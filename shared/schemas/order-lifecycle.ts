import { z } from 'zod'
import type { Role } from './auth.ts'

/**
 * An order's lifecycle, from the customer's specification to a paid invoice. Fillwright's own labels.
 * Each transition names the roles that may make it (admin may make any).
 */
export const ORDER_STATUSES = ['draft', 'quoted', 'accepted', 'planned', 'filling', 'analysis', 'released', 'shipped', 'invoiced', 'paid', 'cancelled'] as const
export const OrderStatusSchema = z.enum(ORDER_STATUSES)
export type OrderStatus = z.infer<typeof OrderStatusSchema>

export const ORDER_STATUS_LABEL: Record<OrderStatus, string> = {
  draft: 'Specification',
  quoted: 'Quote sent',
  accepted: 'Accepted',
  planned: 'Plan approved',
  filling: 'At the manifold',
  analysis: 'In analysis',
  released: 'Certified',
  shipped: 'Shipped',
  invoiced: 'Invoiced',
  paid: 'Paid',
  cancelled: 'Cancelled',
}

export interface OrderTransition {
  from: OrderStatus
  to: OrderStatus
  roles: readonly Role[]
  /** what the button says */
  action: string
}

export const ORDER_TRANSITIONS: readonly OrderTransition[] = [
  { from: 'draft', to: 'quoted', roles: ['sales'], action: 'Send quote' },
  { from: 'quoted', to: 'accepted', roles: ['sales', 'customer'], action: 'Accept quote' },
  { from: 'accepted', to: 'planned', roles: ['blender'], action: 'Approve fill plans' },
  { from: 'planned', to: 'filling', roles: ['technician', 'blender'], action: 'Start filling' },
  { from: 'filling', to: 'analysis', roles: ['technician', 'blender'], action: 'Send to analysis' },
  { from: 'analysis', to: 'released', roles: ['qa'], action: 'Release certificates' },
  { from: 'released', to: 'shipped', roles: ['sales'], action: 'Mark shipped' },
  { from: 'shipped', to: 'invoiced', roles: ['sales'], action: 'Invoice' },
  { from: 'invoiced', to: 'paid', roles: ['sales'], action: 'Record payment' },
  { from: 'draft', to: 'cancelled', roles: ['sales'], action: 'Cancel order' },
  { from: 'quoted', to: 'cancelled', roles: ['sales', 'customer'], action: 'Cancel order' },
  { from: 'accepted', to: 'cancelled', roles: ['sales'], action: 'Cancel order' },
]

export function allowedTransitions(from: OrderStatus, roles: readonly Role[]): OrderTransition[] {
  return ORDER_TRANSITIONS.filter((t) => t.from === from && (roles.includes('admin') || t.roles.some((r) => roles.includes(r))))
}
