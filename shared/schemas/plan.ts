import { z } from 'zod'
import {
  CylinderSchema as PlanCylinderSchema,
  DisplayUnitsSchema,
  FillPlanRequestSchema,
  FillPlanResponseSchema,
  GaugeSchema,
  ModelIdSchema,
  PressureSchema,
  ScaleSchema,
  SourceSchema,
  TemperatureSchema,
  type FillPlanRequest,
} from './fill-plan.ts'
import { OrderStatusSchema } from './order-lifecycle.ts'

/**
 * Stored fill plans (the blender's plan workspace) as they cross the wire. A plan is computed on the server from
 * an order line (the specification), optionally a cylinder from the inventory, and the blender's options; the
 * server stores the request it built and the result it computed, never the client's numbers.
 */

export const PlanStatusSchema = z.enum(['draft', 'approved', 'superseded'])
export type PlanStatus = z.infer<typeof PlanStatusSchema>
export const PLAN_STATUS_LABEL: Record<PlanStatus, string> = {
  draft: 'Awaiting approval',
  approved: 'Approved for filling',
  superseded: 'Replaced by a newer version',
}

/** Settled filling pressure of an order line is stated at 15 °C (the order line's contract). */
export const LINE_REFERENCE_TEMPERATURE_C = 15

/** What the blender chooses; everything else comes from the order line and the cylinder. */
export const PlanOptionsSchema = z.strictObject({
  model: ModelIdSchema,
  /** default: the order line's method */
  method: z.enum(['partial-pressure', 'gravimetric']).optional(),
  order: z.enum(['auto', 'as-given']).default('auto'),
  /** gas temperature during the fill; default 15 °C */
  fillTemperature: TemperatureSchema.optional(),
  /** local barometric pressure for gauge readings; default 1.01325 bar absolute */
  atmosphericPressure: PressureSchema.optional(),
  /** lowest temperature in filling, storage or transport (condensation screen) */
  minimumTemperature: TemperatureSchema.optional(),
  maximumTemperature: TemperatureSchema.optional(),
  /** parent gases; default one pure source per component */
  sources: z.array(SourceSchema).min(1).optional(),
  gauge: GaugeSchema.optional(),
  scale: ScaleSchema.optional(),
  uncertaintyBudgetPercent: z.number().gt(0).optional(),
  cylinderRules: z.enum(['eu', 'us']).optional(),
  temperatureUncertaintyK: z.number().nonnegative().optional(),
  proposePremix: z.boolean().optional(),
  /** when no inventory cylinder is chosen: the cylinder to plan for (default: the line's water volume, evacuated) */
  cylinder: PlanCylinderSchema.optional(),
  /** units the plan is shown and printed in (default bar, °C) */
  displayUnits: DisplayUnitsSchema.optional(),
})
export type PlanOptions = z.input<typeof PlanOptionsSchema>
export type PlanOptionsParsed = z.output<typeof PlanOptionsSchema>

export const PlanCreateInputSchema = z.strictObject({
  orderLineId: z.number().int().positive(),
  /** an inventory cylinder; null plans for the order line's cylinder size */
  cylinderId: z.number().int().positive().nullable().default(null),
  options: PlanOptionsSchema,
})
export type PlanCreateInput = z.input<typeof PlanCreateInputSchema>

export const PlanIdParamsSchema = z.strictObject({ id: z.coerce.number().int().positive() })
export const PlanListQuerySchema = z.strictObject({
  orderLineId: z.coerce.number().int().positive().optional(),
  status: PlanStatusSchema.optional(),
  limit: z.coerce.number().int().min(1).max(200).default(50),
})
export type PlanListQuery = z.input<typeof PlanListQuerySchema>

/** Approving acts on the version the blender saw: a stale version answers 409. */
export const PlanApproveInputSchema = z.strictObject({ version: z.number().int().min(1) })
const IsoDate = z
  .string()
  .regex(/^\d{4}-\d{2}-\d{2}$/, 'Use the date form yyyy-mm-dd')
  .refine((s) => {
    const d = new Date(`${s}T00:00:00Z`)
    return !Number.isNaN(d.getTime()) && d.toISOString().slice(0, 10) === s
  }, 'Not a calendar date')
export const PlanAssignInputSchema = z.strictObject({
  cylinderIds: z.array(z.number().int().positive()).min(1, 'Choose at least one cylinder').max(200),
  technicianId: z.number().int().positive(),
  scheduledFor: IsoDate,
})
export type PlanAssignInput = z.infer<typeof PlanAssignInputSchema>
export const PlanEmailInputSchema = z.strictObject({ technicianId: z.number().int().positive() })
export const FillSheetQuerySchema = z.strictObject({ size: z.enum(['A4', 'LETTER']).default('A4') })

// ---- what the workspace reads -----------------------------------------------------------------------------

export const LineComponentSchema = z.object({
  gas: z.string(),
  /** mole fraction 0..1 */
  fraction: z.number(),
  /** as the customer asked, when known */
  amount: z.number().optional(),
  unit: z.enum(['percent', 'ppm', 'mol/mol']).optional(),
})

/** The order line as the plan workspace needs it: the specification and its order. */
export const PlanLineSpecSchema = z.object({
  id: z.number().int(),
  lineNo: z.number().int(),
  description: z.string(),
  components: z.array(LineComponentSchema),
  balanceGas: z.string(),
  blendTolerancePct: z.number(),
  certificationUncertaintyPct: z.number(),
  waterVolumeL: z.number(),
  valveOutlet: z.string(),
  quantity: z.number().int(),
  /** settled filling pressure, bar gauge at 15 °C */
  finalPressureBarGauge: z.number(),
  method: z.enum(['partial-pressure', 'gravimetric']),
  order: z.object({
    id: z.number().int(),
    number: z.string(),
    status: OrderStatusSchema,
    customer: z.string(),
    neededBy: z.string().nullable(),
  }),
})
export type PlanLineSpec = z.infer<typeof PlanLineSpecSchema>

/** An inventory cylinder as a plan sees it. */
export const PlanCylinderRefSchema = z.object({
  id: z.number().int(),
  serial: z.string(),
  waterVolumeL: z.number(),
  servicePressureBar: z.number(),
  testPressureBar: z.number(),
  material: z.string(),
  valveOutlet: z.string(),
  oxygenClean: z.boolean(),
  nextTestDate: z.string(),
  residual: z.object({
    kind: z.enum(['evacuated', 'residual']),
    pressureBarGauge: z.number().optional(),
    composition: z.array(z.object({ gas: z.string(), fraction: z.number() })).optional(),
  }),
})
export type PlanCylinderRef = z.infer<typeof PlanCylinderRefSchema>

export const PlanRunRefSchema = z.object({
  id: z.number().int(),
  cylinderId: z.number().int(),
  cylinderSerial: z.string(),
  technicianId: z.number().int().nullable(),
  scheduledFor: z.string(),
  status: z.string(),
})

export const PlanSummarySchema = z.object({
  id: z.number().int(),
  planVersion: z.number().int(),
  status: PlanStatusSchema,
  model: ModelIdSchema,
  method: z.enum(['partial-pressure', 'gravimetric']),
  blocking: z.boolean(),
  /** the first blocking finding, in words (null when approvable) */
  blockingReason: z.string().nullable(),
  version: z.number().int(),
  createdAt: z.string(),
  createdBy: z.string().nullable(),
  approvedAt: z.string().nullable(),
  approvedBy: z.string().nullable(),
  orderLineId: z.number().int(),
  orderId: z.number().int(),
  orderNumber: z.string(),
  lineNo: z.number().int(),
  lineDescription: z.string(),
  customer: z.string(),
  cylinderSerial: z.string().nullable(),
})
export type PlanSummary = z.infer<typeof PlanSummarySchema>

export const PlanDetailSchema = PlanSummarySchema.extend({
  line: PlanLineSpecSchema,
  cylinder: PlanCylinderRefSchema.nullable(),
  options: PlanOptionsSchema,
  request: FillPlanRequestSchema,
  result: FillPlanResponseSchema,
  assignedTechnicianId: z.number().int().nullable(),
  runs: z.array(PlanRunRefSchema),
})
export type PlanDetail = z.infer<typeof PlanDetailSchema>

export const PlanListSchema = z.object({ items: z.array(PlanSummarySchema) })

export const PlanQueueSchema = z.object({
  /** accepted orders with at least one line without an approved plan */
  ordersNeedingPlan: z.array(
    z.object({
      orderId: z.number().int(),
      number: z.string(),
      customer: z.string(),
      neededBy: z.string().nullable(),
      lines: z.array(
        z.object({
          id: z.number().int(),
          lineNo: z.number().int(),
          description: z.string(),
          /** 'none' (no plan yet), 'draft' (waiting for approval) or 'approved' */
          planState: z.enum(['none', 'draft', 'approved']),
        }),
      ),
    }),
  ),
  awaitingApproval: z.array(PlanSummarySchema),
})
export type PlanQueue = z.infer<typeof PlanQueueSchema>

export const TechnicianOptionSchema = z.object({ id: z.number().int(), name: z.string(), email: z.string() })
export const TechnicianOptionsSchema = z.array(TechnicianOptionSchema)
export type TechnicianOption = z.infer<typeof TechnicianOptionSchema>

export const PlanAssignResultSchema = z.object({ runs: z.array(PlanRunRefSchema) })
export const PlanEmailResultSchema = z.object({ sentTo: z.string(), messageId: z.string() })

// ---- the one way a stored plan's request is built (used by the server and by the browser preview) ------------

export class PlanSetupError extends Error {
  constructor(
    message: string,
    readonly field: string,
  ) {
    super(message)
    this.name = 'PlanSetupError'
  }
}

/**
 * The planning request for an order line, an optional inventory cylinder and the blender's options.
 * The line's fill pressure is bar gauge settled at 15 °C; its blend tolerance becomes the plan's tolerance.
 * @throws PlanSetupError when the cylinder holds gas of unknown composition (it must be evacuated or analysed
 *   first: never top up an unknown residue)
 */
export function planRequestFromLine(line: PlanLineSpec, cylinder: PlanCylinderRef | null, options: PlanOptionsParsed, asOfDate?: string): FillPlanRequest {
  let planCylinder: FillPlanRequest['cylinder']
  if (cylinder) {
    const r = cylinder.residual
    // a vented cylinder (0 bar gauge) still holds about 1 bar absolute of its last contents
    if (r.kind === 'residual' && !(r.composition && r.composition.length > 0)) {
      throw new PlanSetupError(
        `Cylinder ${cylinder.serial} holds ${r.pressureBarGauge ?? 0} bar (gauge) of gas of unknown composition: evacuate it or record the analysed residue before planning.`,
        'cylinderId',
      )
    }
    planCylinder = {
      waterVolume: { value: cylinder.waterVolumeL, unit: 'L' },
      servicePressure: { value: cylinder.servicePressureBar, unit: 'bar', reference: 'gauge' },
      testPressure: { value: cylinder.testPressureBar, unit: 'bar', reference: 'gauge' },
      material: cylinder.material,
      oxygenClean: cylinder.oxygenClean,
      nextTestDate: cylinder.nextTestDate,
      residual:
        r.kind === 'residual' && r.composition
          ? {
              kind: 'residual',
              pressure: { value: r.pressureBarGauge ?? 0, unit: 'bar', reference: 'gauge' },
              composition: r.composition.map((c) => ({ gas: c.gas, fraction: c.fraction })),
            }
          : { kind: 'evacuated' },
    }
  } else {
    planCylinder = options.cylinder ?? {
      waterVolume: { value: line.waterVolumeL, unit: 'L' },
      servicePressure: { value: line.finalPressureBarGauge, unit: 'bar', reference: 'gauge' },
      oxygenClean: false,
      residual: { kind: 'evacuated' },
    }
  }
  const request: FillPlanRequest = {
    target: line.components.map((c) =>
      c.gas === line.balanceGas ? { gas: c.gas, fraction: c.fraction, balance: true } : { gas: c.gas, fraction: c.fraction },
    ),
    finalPressure: { value: line.finalPressureBarGauge, unit: 'bar', reference: 'gauge' },
    referenceTemperature: { value: LINE_REFERENCE_TEMPERATURE_C, unit: 'C' },
    fillTemperature: options.fillTemperature ?? { value: LINE_REFERENCE_TEMPERATURE_C, unit: 'C' },
    cylinder: planCylinder,
    sources: options.sources ?? line.components.map((c) => ({ gas: c.gas })),
    order: options.order,
    model: options.model,
    method: options.method ?? line.method,
    blendTolerancePercent: line.blendTolerancePct,
  }
  if (options.atmosphericPressure) request.atmosphericPressure = options.atmosphericPressure
  if (options.minimumTemperature) request.minimumTemperature = options.minimumTemperature
  if (options.maximumTemperature) request.maximumTemperature = options.maximumTemperature
  if (options.gauge) request.gauge = options.gauge
  if (options.scale) request.scale = options.scale
  if (options.uncertaintyBudgetPercent !== undefined) request.uncertaintyBudgetPercent = options.uncertaintyBudgetPercent
  if (options.cylinderRules) request.cylinderRules = options.cylinderRules
  if (options.temperatureUncertaintyK !== undefined) request.temperatureUncertaintyK = options.temperatureUncertaintyK
  if (options.proposePremix !== undefined) request.proposePremix = options.proposePremix
  if (options.displayUnits) request.displayUnits = options.displayUnits
  if (asOfDate) request.asOfDate = asOfDate
  return request
}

::::

### Exercise description
Copy each line of the listing that carries the string "PlanCylinderRefSchema".

### Solution for this task
export const PlanCylinderRefSchema = z.object({
export type PlanCylinderRef = z.infer<typeof PlanCylinderRefSchema>
  cylinder: PlanCylinderRefSchema.nullable(),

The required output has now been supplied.